Protein-coding gene in the species Homo sapiens

Protein ETHE1, mitochondrial, also known as "ethylmalonic encephalopathy 1 protein" and "persulfide dioxygenase", is a protein that in humans is encoded by the ETHE1 gene located on chromosome 19.

== Structure ==

The human ETHE1 gene consists of 7 exons and encodes for a protein that is approximately 27 kDa in size.

== Function ==

This gene encodes a protein that is expressed mainly in the gastrointestinal tract, but also in several other tissues such as the liver and the thyroid.

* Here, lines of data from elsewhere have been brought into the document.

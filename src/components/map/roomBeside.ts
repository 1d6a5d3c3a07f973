import type { Pixel } from '../../composables/map/mapTypes.ts'
import type { PixelBox } from './pixelRing.ts'
import { boxOf } from './pixelRing.ts'
import { coversBox } from './ringsAtBox.ts'

/** Pixels left free at each edge. */
export interface MapRoom { top: number; right: number; bottom: number; left: number }

/** What is to be seen, in pixels of the whole world at zoom 0, and through what. */
export interface Fitting {
  polygons: readonly (readonly (readonly Pixel[])[])[]
  /** Around everything that is to be seen. */
  bounds: PixelBox
  /** Width and height of the map in pixels. */
  size: Pixel
  /** Zoom goes in steps of this. */
  zoomSnap: number
  mostZoom: number
}

const STEP_PX = 8
/** A plan that is drawn smaller than this beside the key had better lie under it. */
const MOST_LOSS = 0.4

/**
 * Room to leave so that what lies over the map covers no polygon, drawn as large as that allows.
 * @param covered what lies over the map, in its pixels. @returns the room as it was where nothing is covered, or where it cannot be helped in good measure.
 */
export function roomBeside(fitting: Fitting, room: MapRoom, covered: PixelBox): MapRoom {
  const plain = placeIn(fitting, room)
  if (!isCovered(fitting, plain, covered)) return room
  const most = Math.max(fitting.size[0], fitting.size[1]) / 2
  const wider = (by: number): MapRoom[] => [{ ...room, right: room.right + by }, { ...room, bottom: room.bottom + by }, { ...room, right: room.right + by, bottom: room.bottom + by }]
  let best: { room: MapRoom; zoom: number } | null = null
  for (let by = STEP_PX; by <= most; by += STEP_PX) {
    for (const candidate of wider(by)) {
      const place = placeIn(fitting, candidate)
      if (place.zoom < plain.zoom - MOST_LOSS || (best !== null && place.zoom <= best.zoom)) continue
      if (!isCovered(fitting, place, covered)) best = { room: candidate, zoom: place.zoom }
    }
  }
  return best?.room ?? room
}

interface Place { zoom: number; scale: number; at: Pixel }

/** Where the world at zoom 0 comes to lie in the map when the bounds are fitted into it. */
function placeIn({ bounds, size, zoomSnap, mostZoom }: Fitting, { top, right, bottom, left }: MapRoom): Place {
  const across = (size[0] - left - right) / Math.max(bounds.maxX - bounds.minX, Number.MIN_VALUE)
  const down = (size[1] - top - bottom) / Math.max(bounds.maxY - bounds.minY, Number.MIN_VALUE)
  const zoom = Math.min(mostZoom, Math.floor(Math.log2(Math.max(Math.min(across, down), Number.MIN_VALUE)) / zoomSnap) * zoomSnap)
  const scale = 2 ** zoom
  const middle: Pixel = [(bounds.minX + bounds.maxX) / 2, (bounds.minY + bounds.maxY) / 2]
  return { zoom, scale, at: [(size[0] + left - right) / 2 - middle[0] * scale, (size[1] + top - bottom) / 2 - middle[1] * scale] }
}

function isCovered({ polygons }: Fitting, { scale, at }: Place, covered: PixelBox): boolean {
  const onMap = ([x, y]: Pixel): Pixel => [x * scale + at[0], y * scale + at[1]]
  return polygons.some((rings) => {
    const box = boxOf((rings[0] ?? []).map(onMap))
    if (box.minX > covered.maxX || box.maxX < covered.minX || box.minY > covered.maxY || box.maxY < covered.minY) return false
    return coversBox([rings.map((ring) => ring.map(onMap))], covered)
  })
}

The ETHE1 protein is thought to localize primarily to the mitochondrial matrix and functions as a sulfur dioxygenase. Sulfur deoxygenates are proteins that function in sulfur metabolism. The ETHE1 protein is thought to catalyze the following reaction:

 sulfur + O_{2} + H_{2}O $\rightleftharpoons$ sulfite + 2 H^{+} (overall reaction)
 (1a) glutathione + sulfur $\rightleftharpoons$ S-sulfanylglutathione (glutathione hydropersulfide, spontaneous reaction)
 (1b) S-sulfanylglutathione + O_{2} + H_{2}O $\rightleftharpoons$ glutathione + sulfite + 2 H^{+}

and requires iron and possibly glutathione as cofactors. The physiological substrate of ETHE1 is thought to be glutathione hydropersulfide, an intermediate metabolite involved in hydrogen sulfide degradation.

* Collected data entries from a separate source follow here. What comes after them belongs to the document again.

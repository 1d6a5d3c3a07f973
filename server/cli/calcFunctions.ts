import { z } from 'zod'
import { canonicalText } from '../../shared/evidence/canonicalText.ts'
import { sha256Hex } from '../../shared/evidence/sha256Hex.ts'
import { asBoundary } from '../../shared/geo/asBoundary.ts'
import { measurePolygon } from '../../shared/geo/measurePolygon.ts'
import { calibrateSprayer } from '../../shared/mix/calibrateSprayer.ts'
import { dilute } from '../../shared/mix/dilute.ts'
import { splitLoads } from '../../shared/mix/splitLoads.ts'
import { convertQuantity, type Quantity } from '../../shared/units/convertQuantity.ts'
import { dimensionOf } from '../../shared/units/dimensionOf.ts'
import { isWithin } from '../../shared/units/isWithin.ts'
import { UNITS, type UnitCode } from '../../shared/units/unitTable.ts'
import { airFigures } from '../../shared/weather/airFigures.ts'
import { plainDecimal } from './plainDecimal.ts'

/** A function of `calc`: the shape of its arguments in words, and what it answers. */
export interface CalcFunction {
  args: string
  answer: string
  /** @throws {RangeError | z.ZodError} if the arguments cannot be used. */
  run: (args: unknown) => unknown
}

/** From absolute zero up. */
const ABOVE_ZERO = { low: -273.15, high: Infinity, unit: 'degC' } as const
const unitCode = z.enum(Object.keys(UNITS) as [UnitCode, ...UnitCode[]])
const positionSchema = z.array(z.number()).min(2)
const ringsSchema = z.array(z.array(positionSchema).min(1)).min(1)
/** Degrees beyond 180 and heights are read: the arithmetic is tried here, not whether a boundary may stand. */
const geometrySchema = z.union([
  z.looseObject({ type: z.literal('Polygon'), coordinates: ringsSchema }),
  z.looseObject({ type: z.literal('MultiPolygon'), coordinates: z.array(ringsSchema).min(1) }),
])

function define<Args extends z.ZodType>(
  words: { args: string; answer: string }, schema: Args, run: (args: z.output<Args>) => unknown,
): CalcFunction {
  return { ...words, run: (args) => run(schema.parse(args)) }
}

/** Everything `calc` can do, by name; each is one call into `shared`. */
export const CALC_FUNCTIONS: Readonly<Record<string, CalcFunction>> = {
  area: define(
    { args: '{geometry: Polygon | MultiPolygon}', answer: '{areaM2, perimeterM}' },
    z.strictObject({ geometry: geometrySchema }),
    ({ geometry }) => measurePolygon(asBoundary(geometry)),
  ),
  convert: define(
    { args: '{value, from, to}', answer: 'number in the unit `to`' },
    z.strictObject({ value: z.number(), from: unitCode, to: unitCode }),
    ({ value, from, to }) => {
      const given = { value: plainDecimal(value), unit: from }
      assertExists(given)
      return Number(convertQuantity(given, to))
    },
  ),
  dilute: define(
    { args: '{total: {value, unit}, n, reading: "to" | "in"}', answer: '{product, water} in the unit of total' },
    z.strictObject({ total: z.strictObject({ value: z.number(), unit: unitCode }), n: z.number(), reading: z.enum(['to', 'in']) }),
    ({ total, n, reading }) => {
      const mix = dilute({ total: { value: plainDecimal(total.value), unit: total.unit }, n: plainDecimal(n), reading })
      return { product: Number(mix.product), water: Number(mix.water) }
    },
  ),
  loads: define(
    { args: '{areaHa, rateLPerHa, tankL}', answer: '{totalL, full, lastL, lastAreaHa}' },
    z.strictObject({ areaHa: z.number(), rateLPerHa: z.number(), tankL: z.number() }),
    ({ areaHa, rateLPerHa, tankL }) => {
      const loads = splitLoads({ areaHa: plainDecimal(areaHa), rateLPerHa: plainDecimal(rateLPerHa), tankL: plainDecimal(tankL) })
      return { totalL: Number(loads.totalL), full: loads.full, lastL: Number(loads.lastL), lastAreaHa: Number(loads.lastAreaHa) }
    },
  ),
  calibrate: define(
    {
      args: '{kind: "flow", flowLPerMin, speedKmH, widthM} | {kind: "catch", volumeL, areaM2} | {kind: "course", widthIn} | {kind: "speed", distanceM, seconds}',
      answer: '{rateLPerHa} | {rateLPerHa} | {courseFt} | {kmH}',
    },
    z.discriminatedUnion('kind', [
      z.strictObject({ kind: z.literal('flow'), flowLPerMin: z.number(), speedKmH: z.number(), widthM: z.number() }),
      z.strictObject({ kind: z.literal('catch'), volumeL: z.number(), areaM2: z.number() }),
      z.strictObject({ kind: z.literal('course'), widthIn: z.number() }),
      z.strictObject({ kind: z.literal('speed'), distanceM: z.number(), seconds: z.number() }),
    ]),
    calibrateSprayer,
  ),
  air: define(
    { args: '{tempC, rh, altitudeM?}', answer: '{wetBulbC, deltaTC, dewPointC, vpdKPa, method}; at a height the wet bulb is a psychrometer\'s, else by the sea-level formula' },
    z.strictObject({ tempC: z.number(), rh: z.number(), altitudeM: z.number().optional() }),
    airFigures,
  ),
  canonical: define(
    { args: '{value: JSON}', answer: '{text, sha256}' },
    z.strictObject({ value: z.unknown() }),
    ({ value }) => {
      const text = canonicalText(value)
      return { text, sha256: sha256Hex(text) }
    },
  ),
}

function assertExists(quantity: Quantity): void {
  if (dimensionOf(quantity.unit) !== 'temperature') return
  if (!isWithin(quantity, ABOVE_ZERO)) throw new RangeError(`${quantity.value} ${quantity.unit} lies below absolute zero`)
}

== Clinical significance ==

Mutations in ETHE1 gene are thought to cause ethylmalonic encephalopathy, a rare inborn error of metabolism. Patients carrying ETHE1 mutations have been found to exhibit lower activity of ETHE1 and affinity for the ETHE1 substrate. Mouse models of Ethe1 genetic ablation likewise exhibited reduced sulfide dioxygenase catabolism and cranial features of ethylmalonic encephalopathy. Decrease in sulfide dioxygenase activity results in abnormal catabolism of hydrogen sulfide, a gas-phase signaling molecule in the central nervous system, whose accumulation is thought to inhibit cytochrome c oxidase activity in the respiratory chain of the mitochondrion. However, other metabolic pathways may also be involved that could exert a modulatory effect on hydrogen sulfide toxicity.

== Interactions ==

ETHE1 has been shown to interact with RELA.